Even before Hamid Karzai signed the new constitution into law, controversy over the vagueness of Article 3 sparked controversy between the conservative Islamists and the more moderate, secular-oriented forces in Afghanistan.
The controversy began when the state-owned Afghanistan Television surprised its prime-time viewers on 12 January by showing a decades-old film clip of a poplar female Afghan singer. The broadcast marked the first time since the mujahedin took control of Kabul in 1992 that a female singer was displayed on official Afghan television. Immediately, conservative Islamists cried out that this presentation was against the code of Islam.
Nevertheless, Information and Culture Minister Sayyed Makhdum Rahin said that songs by female Afghan singers would continue to be broadcast on Afghanistan Television, adding that the new constitution affords men and women equal rights, including in the arts. However, another member of Karzai's government, Deputy Chief Justice Fazl Ahmad Manawi, called the broadcast of female singers an act against the provision of the new Afghan Constitution. Karzai, while supporting the broadcast of female singers, rather ambiguously allowed room for more debate on the matter. He stated that "Afghanistan has had women singing in the Afghan radio and television for now over 50-60 years," and people have welcomed the broadcasting of women singers on television. However, Karzai gave the Islamists room to maneuver by adding that all sides "have to work in the context of today's cultural and social environment and do whatever is suited for that."
Commenting on the issue of the broadcasting of female singers, a Herat-based publication wrote that "as the guardian of Islamic values and the constitution," the Afghan leader "should use his power to prevent any action that contravenes Islamic laws and values and, as a consequence, fulfill his responsibility for Islam, religion, and society."
The problem of Article 3 of the constitution stems from the fact that those who pushed for a presidential system were forced to concede something to the political camp led by the former mujahedin leaders, who initially favored a parliamentary system. The role of Islam in the Afghan Constitution, which many observers predicted would cause much controversy, did not cause significant open debate at the Loya Jirga. This could partly be due to the fact that as a compromise for accepting a strong presidential system, the mujahedin leaders won concessions on various matters related to the role of Islam in the new constitution.
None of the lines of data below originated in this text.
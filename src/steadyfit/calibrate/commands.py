"""The calibrators' subcommands: argument definitions and the thin calls into the library.

Each command computes with a plain function of :mod:`steadyfit.calibrate`, turns
the result into a page (:mod:`steadyfit.report.calibration`), prints it and writes
it as a run folder under ``--out`` (default ``./reports``).
"""

from __future__ import annotations

import argparse
import sys
from pathlib import Path
from typing import Any

from ..errors import InputError

COMMANDS = ("from-table", "ratios", "required-share", "transition", "accounting")


def add_parsers(sub: Any) -> list[argparse.ArgumentParser]:
    """Add the calibrators' subcommands to the top-level subparsers."""
    table = sub.add_parser("from-table", help="implied shares, their uncertainty and a verdict "
                                              "from a printed regression table alone")
    table.add_argument("file", type=Path, nargs="?",
                       help="the table as TOML (see the README); or give it with the options")
    table.add_argument("--form", default="levels", help="levels (default) or growth")
    table.add_argument("--capital", nargs="+", default=["physical"],
                       help="physical, and human_rate or human_stock (default: physical)")
    table.add_argument("--unrestricted", action="store_true",
                       help="the slopes are unrestricted (default: restricted)")
    table.add_argument("--slope", action="append", default=[], metavar="NAME=COEF,SE",
                       help="one printed slope, by the form's regressor name (repeat)")
    table.add_argument("--correlation", action="append", default=[], metavar="A,B=R",
                       help="a printed correlation between two slopes (repeat)")
    table.add_argument("--span", type=float, help="years the growth form's growth spans")
    table.add_argument("--mean-ngd", type=float, help="the sample's mean n + g + delta")
    table.add_argument("--mean-investment", type=float,
                       help="the sample's mean investment rate s_k (fraction)")
    table.add_argument("--title", default="", help="the paper and table, for the report")
    table.add_argument("--confidence", type=float, help="interval coverage (default 0.95)")
    table.add_argument("--level", type=float, help="test level (default 0.05)")

    ratios = sub.add_parser("ratios", help="predicted steady-state income ratios, each "
                                           "factor's contribution and K/Y")
    ratios.add_argument("--alpha", type=float, help="physical capital share")
    ratios.add_argument("--beta", type=float, default=0.0, help="human capital share")
    ratios.add_argument("--g-delta", type=float, default=None,
                        help="g + delta (default 0.05, or the run's)")
    ratios.add_argument("--from-run", type=Path, metavar="RUN_FOLDER",
                        help="take alpha, beta and g + delta from an estimation run's "
                             "--equation on --sample")
    ratios.add_argument("--equation", help="with --from-run: the equation's name")
    ratios.add_argument("--sample", help="with --from-run: the sample's name")
    ratios.add_argument("--economy", action="append", default=[], metavar="NAME:S_K:N[:S_H]",
                        help="an economy's rates as fractions (repeat, two or more)")
    ratios.add_argument("--reference", help="the economy the others are compared with "
                                            "(default: the first)")

    req = sub.add_parser("required-share", help="the share that turns an investment ratio "
                                                "into an income ratio, over a grid")
    req.add_argument("--income-ratio", type=float, nargs="+", required=True)
    req.add_argument("--investment-ratio", type=float, nargs="+", required=True)
    req.add_argument("--ngd-ratio", type=float, default=1.0,
                     help="(n + g + delta) of the poorer over the richer (default 1)")

    trans = sub.add_parser("transition", help="the path after a change in s_k, s_h or n, "
                                              "solved numerically, with half-lives")
    trans.add_argument("--alpha", type=float, required=True)
    trans.add_argument("--beta", type=float, default=0.0)
    trans.add_argument("--before", required=True, metavar="S_K,N[,S_H]",
                       help="the old rates as fractions")
    trans.add_argument("--after", required=True, metavar="S_K,N[,S_H]",
                       help="the new rates as fractions")
    trans.add_argument("--g", type=float, default=0.02, help="technology growth (default 0.02)")
    trans.add_argument("--delta", type=float, default=0.03, help="depreciation (default 0.03)")
    trans.add_argument("--years", type=float, default=200.0, help="horizon (default 200)")
    acc = sub.add_parser("accounting", help="development accounting: income per worker split "
                                            "into capital, schooling and productivity")
    acc.add_argument("file", type=Path, help="the accounting input as TOML (see the README)")
    acc.add_argument("--years", type=int, nargs="+", help="years to account for (default: the "
                                                          "input's years, else the last year)")
    acc.add_argument("--alpha", type=float, help="the capital share (default: the input's, "
                                                 "else 1/3)")
    out = [table, ratios, req, trans, acc]
    for p in (trans, acc):
        p.add_argument("--figure-formats", nargs="+", choices=("svg", "pdf"), default=["svg"],
                       help="figure files to write (default svg; the HTML page inlines SVG)")
    for p in out:
        p.add_argument("--out", type=Path, default=Path("reports"),
                       help="root folder for run folders (default ./reports)")
        p.add_argument("--quiet", action="store_true", help="print only the run folder's path")
    return out


def _numbers(text: str, key: str, sep: str) -> list[float]:
    try:
        return [float(x) for x in text.split(sep)]
    except ValueError:
        raise InputError(f"'{text}' holds something that is not a number", key) from None


def run_command(args: argparse.Namespace) -> int:
    from ..report.calibration import (
        accounting_page,
        printed_page,
        ratios_page,
        render_page_text,
        required_page,
        transition_page,
        write_page,
    )
    from ..report.text import terminal

    inputs: list[Path] = []
    if args.command == "from-table":
        from .inputs import load_printed_table, printed_table_from_options
        from .printed import implied_from_table

        if args.file is not None:
            if args.slope:
                raise InputError("give the table as a file or as --slope options, not both",
                                 "--slope")
            table = load_printed_table(args.file)
            inputs.append(args.file)
        elif not args.slope:
            raise InputError("give a table file or at least one --slope NAME=COEF,SE", "table")
        else:
            table = printed_table_from_options(
                args.form, args.capital, not args.unrestricted, args.slope, args.correlation,
                span=args.span, mean_ngd=args.mean_ngd, mean_investment=args.mean_investment,
                title=args.title, confidence=args.confidence, level=args.level)
        page = printed_page(implied_from_table(table))
    elif args.command == "ratios":
        from .steady import Economy, steady_state_ratios

        economies = []
        for text in args.economy:
            name, *rest = text.split(":")
            values = _numbers(":".join(rest), f"--economy {name}", ":") if rest else []
            if not name or len(values) not in (2, 3):
                raise InputError(f"'{text}' is not NAME:S_K:N or NAME:S_K:N:S_H", "--economy")
            economies.append(Economy(name, values[0], values[1],
                                     values[2] if len(values) == 3 else None))
        alpha, beta, g_delta = args.alpha, args.beta, args.g_delta
        if args.from_run is not None:
            from .steady import shares_from_run

            if args.alpha is not None:
                raise InputError("give --alpha or --from-run, not both", "--alpha")
            if not (args.equation and args.sample):
                raise InputError("--from-run needs --equation and --sample", "--from-run")
            alpha, beta, run_gd = shares_from_run(args.from_run, args.equation, args.sample)
            g_delta = run_gd if g_delta is None else g_delta
        elif alpha is None:
            raise InputError("give --alpha (and --beta), or --from-run", "--alpha")
        page = ratios_page(steady_state_ratios(alpha, beta, economies,
                                               0.05 if g_delta is None else g_delta,
                                               args.reference))
    elif args.command == "required-share":
        from .steady import required_share, required_share_grid

        pairs = [required_share(r, s, args.ngd_ratio) for r in args.income_ratio
                 for s in args.investment_ratio]
        grid = required_share_grid(args.income_ratio, args.investment_ratio, args.ngd_ratio)
        page = required_page(pairs, args.income_ratio, args.investment_ratio, grid,
                             args.ngd_ratio)
    elif args.command == "accounting":
        from ..data import read_table
        from .accounting import development_accounts
        from .inputs import load_accounting

        spec, data_path = load_accounting(args.file)
        if not data_path.is_file():
            raise InputError(f"data file '{data_path}' does not exist", "file")
        frame = read_table(data_path)
        c = spec.columns
        accounts = development_accounts(
            frame, id_column=spec.id, year=spec.year, output=c.output, capital=c.capital,
            workers=c.workers, human_index=c.human_index, schooling_years=c.schooling_years,
            labour_share=c.labour_share, alpha=args.alpha if args.alpha is not None else
            spec.alpha, years=args.years or spec.years or None,
            breaks=spec.schooling.breaks, returns=spec.schooling.returns)
        page = accounting_page(accounts, spec.title, ["svg", *args.figure_formats])
        inputs += [args.file, data_path]
    else:
        from .transition import Rates, transition

        def rates(text: str, key: str) -> Rates:
            v = _numbers(text, key, ",")
            if len(v) not in (2, 3):
                raise InputError(f"'{text}' is not S_K,N or S_K,N,S_H", key)
            return Rates(v[0], v[1], v[2] if len(v) == 3 else 0.0)

        page = transition_page(transition(args.alpha, args.beta,
                                          rates(args.before, "--before"),
                                          rates(args.after, "--after"), args.g, args.delta,
                                          args.years), ["svg", *args.figure_formats])
    formats = getattr(args, "figure_formats", ["svg"])
    folder = write_page(page, args.out, ["steadyfit", *sys.argv[1:]], inputs, formats)
    if args.quiet:
        print(folder)
        return 0
    width, colour = terminal()
    print(render_page_text(page, width, colour))
    print()
    print(f"run folder: {folder}")
    return 0
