def to_record(findings: Findings, run: dict[str, Any]) -> dict[str, Any]:
    """Every number of the run as plain JSON-able data, with provenance."""
    s = findings.settings
    return {
        "format": "steadyfit-results",
        "format_version": FORMAT_VERSION,
        "run": run,
        "title": findings.title,
        "settings": {
            "g_plus_delta": s.g_plus_delta, "span_years": s.span_years,
            "covariance": s.covariance, "cluster": s.cluster, "confidence": s.confidence,
            "bands": {k: list(v) for k, v in s.bands.items()}, "points": s.points,
            "non_positive": s.non_positive, "digits": s.digits,
            "significance_marks": s.significance_marks,
            "max_evaluations": s.max_evaluations, "figures": s.figures,
            "figure_formats": list(s.figure_formats), "latex_max_columns": s.latex_max_columns,
            "latex_landscape": s.latex_landscape,
        },
        "samples": [_sample(x) for x in findings.samples],
        "results": [_result(r, s.confidence) for r in findings.results],
        "scorecard": [
            {"equation": t.equation, "sample": t.sample, "quantity": t.quantity,
             "published": t.published, "ours": _num(t.ours), "difference": _num(t.difference),
             "tolerance": t.tolerance, "met": t.met, "reason": t.reason, "source": t.source}
            for t in findings.scorecard],
        "targets_met": findings.targets_met,
        "consistency": [
            {"sample": c.sample, "levels_equation": c.levels_equation,
             "growth_equation": c.growth_equation, "quantity": c.quantity,
             "from_levels": _estimate(c.from_levels), "from_growth": _estimate(c.from_growth),
             "difference": _estimate(c.difference), "test": _test(c.test),
             "joint_covariance": c.joint_covariance, "clusters": c.n_clusters}
            for c in findings.consistency],
        **({"panels": [_panel(p) for p in findings.panels]} if findings.panels else {}),
        **({"sweep": _sweep(findings.sweep)} if findings.sweep is not None else {}),
        "warnings": list(findings.warnings),
        "caveats": list(findings.caveats),
        "provenance": asdict(findings.provenance),
    }
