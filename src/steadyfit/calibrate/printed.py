"""Implied shares from a printed regression table alone: coefficients and standard errors,
no data.

A referee has a manuscript's table: the slopes of the levels or growth form,
restricted or not, their standard errors and rarely their covariances.  The
shares (and, for the growth form, the speed of convergence) follow from the
form table's maps (:mod:`steadyfit.equations`) exactly as for an estimated
equation; their delta-method standard errors need the covariance of the
slopes.  Where a correlation is not printed, the variance ``g'Vg`` is linear in
it, so over every correlation in [-1, 1] the standard error runs between two
ends: the larger is the conservative one (wider intervals, fewer rejections).
With no correlation printed the ends are exact: the largest is
``sum |g_i s_i|`` (all coefficients moving together) and the smallest
``max(0, 2 max |g_i s_i| - sum |g_i s_i|)``; with some printed, the ends are
taken over the corners of the free correlations (an outer bound, as not every
corner is a valid covariance matrix).
"""

from __future__ import annotations

import itertools
import math
from collections.abc import Mapping
from dataclasses import dataclass, field

import numpy as np
from scipy.special import ndtr

from ..equations import ModelForm, find_form
from ..errors import InputError, did_you_mean
from ..inference import band_status, normal_quantile
from .steady import capital_output, convergence_rate

# The steady-state capital-output ratio of rich economies is near 3 (common practice, no
# source); outside this range an implied ratio deserves a second look.
CAPITAL_OUTPUT_RANGE = (1.5, 4.5)


@dataclass(frozen=True)
class PrintedTable:
    """What a manuscript prints: the form, whether the restriction is imposed, each slope and
    its standard error by the form table's regressor names, any printed correlations
    between slopes, and the sample means the plausibility checks need."""

    form: str
    capital: tuple[str, ...]
    restricted: bool
    coefficients: Mapping[str, float]
    standard_errors: Mapping[str, float]
    correlations: Mapping[tuple[str, str], float] = field(default_factory=dict)
    span: float | None = None
    n_g_delta: float | None = None  # the sample's mean n + g + delta
    s_k: float | None = None  # the sample's mean investment rate
    confidence: float = 0.95
    bands: Mapping[str, tuple[float, float]] = field(
        default_factory=lambda: {"alpha": (0.25, 0.40), "beta": (0.20, 0.45)})
    level: float = 0.05
    title: str = ""  # the paper and table, as the referee names them
    points: Mapping[str, float] = field(
        default_factory=lambda: {"alpha": 1 / 3, "beta": 1 / 3})  # values each share is tested at


@dataclass(frozen=True)
class Spread:
    """A standard error known up to the unprinted correlations: ``low`` to ``high`` (equal
    when everything needed is printed)."""

    low: float
    high: float

    @property
    def known(self) -> bool:
        return self.low == self.high


@dataclass(frozen=True)
class ImpliedValue:
    """One implied quantity: value, standard-error spread, the interval at the conservative
    end (and at the other end), and its band verdict at either end."""

    name: str
    value: float
    se: Spread
    low: float
    high: float
    narrow_low: float
    narrow_high: float
    band: tuple[float, float] | None = None
    band_status: str | None = None  # at the conservative end
    band_status_narrow: str | None = None
    reason: str | None = None  # why the value is not available


@dataclass(frozen=True)
class PrintedRestriction:
    """The theory's restriction on unrestricted slopes: the sum, its spread, the z statistic
    and p-value at both ends, and a verdict only when both ends agree."""

    text: str
    total: float
    se: Spread
    p_low: float  # at the smallest standard error
    p_high: float  # at the largest (conservative)
    verdict: str


@dataclass(frozen=True)
class PrintedFindings:
    table: PrintedTable
    form_key: str
    form_description: str
    values: tuple[ImpliedValue, ...]
    restriction: PrintedRestriction | None
    problem: str | None  # no steady state, no convergence: shares are not ordinary
    checks: tuple[str, ...]  # plausibility sentences: lambda, K/Y, bands
    caveats: tuple[str, ...]


def _names(form: ModelForm, restricted: bool) -> tuple[str, ...]:
    return tuple(r.name for r in (form.restricted if restricted else form.unrestricted))


def _read(table: PrintedTable, form: ModelForm) -> tuple[np.ndarray, np.ndarray, np.ndarray]:
    """Slopes, standard errors and the correlation matrix (NaN where not printed)."""
    names = _names(form, table.restricted)
    for key, given in (("coefficients", table.coefficients),
                       ("standard_errors", table.standard_errors)):
        for name in given:
            if name not in names:
                raise InputError(f"'{name}' is not a slope of this form{did_you_mean(name, names)}"
                                 f"; its slopes are {', '.join(names)}", key)
        for name in names:
            if name not in given:
                raise InputError(f"the slope '{name}' is missing", key)
            if not math.isfinite(given[name]):
                raise InputError("must be a finite number", f"{key}.{name}")
    c = np.array([float(table.coefficients[n]) for n in names])
    s = np.array([float(table.standard_errors[n]) for n in names])
    for n, v in zip(names, s, strict=True):
        if not v > 0:
            raise InputError(f"must be positive, not {v:g}", f"standard_errors.{n}")
    r = np.full((len(names), len(names)), np.nan)
    np.fill_diagonal(r, 1.0)
    for (a, b), v in table.correlations.items():
        for n in (a, b):
            if n not in names:
                raise InputError(f"'{n}' is not a slope of this form{did_you_mean(n, names)}",
                                 "correlations")
        if a == b:
            raise InputError(f"'{a}' is paired with itself; a correlation pairs two slopes",
                             "correlations")
        if not -1 <= v <= 1:
            raise InputError(f"a correlation lies in [-1, 1], not {v:g}",
                             f"correlations.{a}.{b}")
        i, j = names.index(a), names.index(b)
        r[i, j] = r[j, i] = v
    # printed correlations that cannot hold together: a fully printed block is no correlation
    # matrix (smallest eigenvalue below zero, beyond rounding)
    for size in range(3, len(names) + 1):
        for block in itertools.combinations(range(len(names)), size):
            sub = r[np.ix_(block, block)]
            if not np.isnan(sub).any() and np.linalg.eigvalsh(sub)[0] < -1e-9:
                raise InputError("the printed correlations of "
                                 + ", ".join(names[k] for k in block)
                                 + " cannot hold together (no covariance matrix has them)",
                                 "correlations")
    return c, s, r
This trade-off resulted in the added provision that no law in Afghanistan could be "contrary to the beliefs and provisions" of Islam. This very significant clause basically gives the official and nonofficial religious leaders in Afghanistan sway over every action that they might deem contrary to their beliefs, which by extension and within the Afghan cultural context, could be regarded as "beliefs" of Islam. The use of preemptive symbolic language to secure a relatively smooth approval of the new Afghan Constitution may entail high costs in the future.